Week 52 of Odd Prompts

The old year is ringing in the new, with brazen bells and klaxon horns. We wait, trembling on the brink of more-of-the-same and change-is-good-right? To while away the time, perhaps let your imagination roam, asking what if…?

AC YoungChurch bells ringing the hour in the midst of a blizzard.Becky Jones
Fiona GreyThis year was guaranteed to go better, thanks to the sacrificial penguin.Cedar Sanderson
Becky JonesThe small city really did spring up overnight.nother Mike
Leigh KimmelAt first it seemed nobody was interested. Then the orders started coming. And coming. And coming.Fiona Grey
nother MikeThe fountain started spraying hot caramel into the square, and people gathered with mugs…AC Young
Cedar SandersonA great infolding of wingsLeigh Kimmel

The prompts stretch on, a year ahead of us, two years behind us. Here, have a spare if you hadn’t forearmed yourself with a challenge!

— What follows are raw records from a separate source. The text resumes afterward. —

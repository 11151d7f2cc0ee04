import { describe, expect, it } from 'vitest';
import { canonicalJson } from '../../../server/canonical.ts';
import { AppError } from '../../../server/errors.ts';
import { assess } from '../../../server/margin/assess.ts';
import type { AssessedOption, AssessedPlace, AssessmentInput } from '../../../server/margin/input.ts';
import { hashedText, resultHash } from '../../../server/margin/provenance.ts';
import type { AssessmentResult } from '../../../server/margin/result.ts';
import { flatElectrons, toyInput, toyResponse, toyTrajectory, unitAboveOneMeV } from './toy.ts';

const REL = 1e-6;
/** 1e10 / E above the first bin that counts, times 1e-9 Gy cm²: 10 Gy an e-fold; in krad. */
const FLAT_KRAD = foldedFlat();

function foldedFlat(): number {
  // Bins of the electron grid whose middle lies at or above 1 MeV start at edge k: the dose is ln(100 / edge) · 10 Gy.
  const ratio = (100 / 0.02) ** (1 / 90);
  let k = 0;
  while (0.02 * ratio ** (k + 0.5) < 1) k++;
  return Math.log(100 / (0.02 * ratio ** k));
}

function place(over: Partial<AssessedPlace> = {}): AssessedPlace {
  return {
    placeId: 'bay',
    name: 'Bay',
    geometry: 'slab',
    shieldText: '1 mm Al',
    massKg: 1,
    response: toyResponse({ name: 'thin', electron: unitAboveOneMeV }),
    ...over,
  };
}

function option(optionId: string, places: AssessedPlace[]): AssessedOption {
  return { optionId, name: `Option ${optionId}`, places };
}

function scaled(name: string, factor: number): AssessedPlace['response'] {
  return toyResponse({ name, electron: (energy) => factor * unitAboveOneMeV(energy) });
}

function refusal(input: AssessmentInput): AppError {
  try {
    assess(input);
  } catch (error) {
    if (error instanceof AppError) return error;
    throw error;
  }
  throw new TypeError('nothing was refused');
}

SpareA stranger bearing secrets
SpareThe voluminous fabric revealed as much as it concealed, and well it did.
SpareWhen the zombie started hopping on one foot, it didn’t seem nearly as scary…
SpareThe blue suede shoes dancing on stage by themselves got a lot of attention…
SpareWhen the ball dropped at midnight, no one expected it to start bouncing, bouncing, bouncing…

Come back and show us what you have wrought in the comments.

See you in 2022!



  1. A quick sketch for the season… grabbing a convenient spare…

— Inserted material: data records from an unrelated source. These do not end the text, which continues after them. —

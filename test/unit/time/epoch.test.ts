import fc from 'fast-check';
import { describe, expect, it } from 'vitest';
import { dateOf, dayNumber } from '../../../server/time/calendar.ts';
import { formatEpoch, formatUtc, parseEpoch, TIME_SCALES } from '../../../server/time/index.ts';

describe('parseEpoch', () => {
  it('reads both forms of the same instant, with and without Z', () => {
    const calendar = parseEpoch('2045-06-01T12:30:15.25', 'TDB');
    expect(parseEpoch('2045-152T12:30:15.250Z', 'TDB')).toBe(calendar);
    expect(calendar).toBe(dayNumber(2045, 6, 1) * 86_400 - 43_200 + 12 * 3600 + 30 * 60 + 15.25);
  });

  it.each([
    '2045-06-01 12:30:15',
    '2045-06-01',
    '2045-6-01T12:30:15',
    '2045-06-31T12:30:15',
    '2045-02-29T00:00:00',
    '2045-366T00:00:00',
    '2045-000T00:00:00',
    '2045-06-01T24:00:00',
    '2045-06-01T12:60:00',
    '2045-06-01T12:30:15.',
    '2045-06-01T12:30:15+01:00',
    '2045-06-01T12:30:15ZZ',
    '2045-06-01T12:30:60',
    '',
    'T',
  ])('refuses "%s"', (text) => {
    expect(() => parseEpoch(text, 'UTC')).toThrow(expect.objectContaining({ code: 'EPOCH_UNREADABLE' }));
  });

  it('refuses a leap second that the list does not hold, and any outside UTC', () => {
    expect(() => parseEpoch('2015-12-31T23:59:60', 'UTC')).toThrow(/second of 60/);
    expect(() => parseEpoch('2016-12-31T23:59:60', 'TDB')).toThrow(/second of 60/);
  });

  it('refuses UTC before 1972 and says why', () => {
    expect(() => parseEpoch('1971-12-31T00:00:00', 'UTC')).toThrow(/before 1972-01-01/);
  });
});

describe('formatEpoch', () => {
  it('carries rounding into the next minute instead of printing second 60', () => {
    expect(formatEpoch(parseEpoch('2045-06-01T12:30:59.9996', 'TDB'), 'TDB', 3)).toBe('2045-06-01T12:31:00.000');
    expect(formatUtc(parseEpoch('2016-12-31T23:59:60.9999', 'UTC'), 3)).toBe('2017-01-01T00:00:00.000Z');
  });

  it('refuses what is no epoch', () => {
    expect(() => formatUtc(Number.NaN)).toThrow(TypeError);
    for (const epoch of [1e300, -1e300, 2.6e11, -6.4e10]) expect(() => formatEpoch(epoch, 'TDB')).toThrow(RangeError);
  });
});

describe('round trips', () => {
  it('dates and day numbers invert each other', () => {
    fc.assert(
      fc.property(fc.integer({ min: -700_000, max: 2_900_000 }), (day) => {
        const date = dateOf(day);
        expect(dayNumber(date.year, date.month, date.day)).toBe(day);
      }),
    );
  });

  it('epochs survive printing in every scale to the printed digits', () => {
    fc.assert(
      fc.property(
        fc.constantFrom(...TIME_SCALES),
        fc.double({ min: -8.5e8, max: 3e9, noNaN: true }),
        (scale, epochTdbS) => {
          // Half of the last printed µs and the spacing of doubles at 3e9 s.
          const tolerance = 0.5e-6 + 1e-6;
          expect(Math.abs(parseEpoch(formatEpoch(epochTdbS, scale, 6), scale) - epochTdbS)).toBeLessThan(tolerance);
        },
      ),
      { numRuns: 2000 },
    );
  });

  it('agrees with the calendar of the language over four centuries', () => {
    // Source: ECMAScript Date (proleptic Gregorian calendar of ISO 8601).
    for (let day = -80_000; day < 80_000; day += 37) {
      const date = dateOf(day);
      const expected = new Date(Date.UTC(2000, 0, 1) + day * 86_400_000);
      expect([date.year, date.month, date.day]).toEqual([
        expected.getUTCFullYear(),
        expected.getUTCMonth() + 1,
        expected.getUTCDate(),
      ]);
    }
  });
});
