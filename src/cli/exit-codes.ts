/** Everything asked for is done. */
export const DONE = 0;
/** Failed: trust nothing. */
export const FAILED = 1;
/** The command line is wrong. */
export const USAGE = 2;
/** Finished, but some of several inputs failed. */
export const PARTLY = 3;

    It was that time again. Everyone in the city looked at their clocks, and heaved a great sigh. Yes, a stranger bearing secrets would soon enter their land, and no one knew what he would bring to them. Still, they lifted a glass of cheer to the old departing year, and looked at the stranger and his secrets, the new year, with a gleam of hope, and renewed commitment to do their best in the new year…

    Or, as they say, Happy New Year!


  2. Happy New Year!

    This week I was prompted by nother Mike, who supplied: The fountain started spraying hot caramel into the square, and people gathered with mugs…

    A return to Farandimium seemed called for…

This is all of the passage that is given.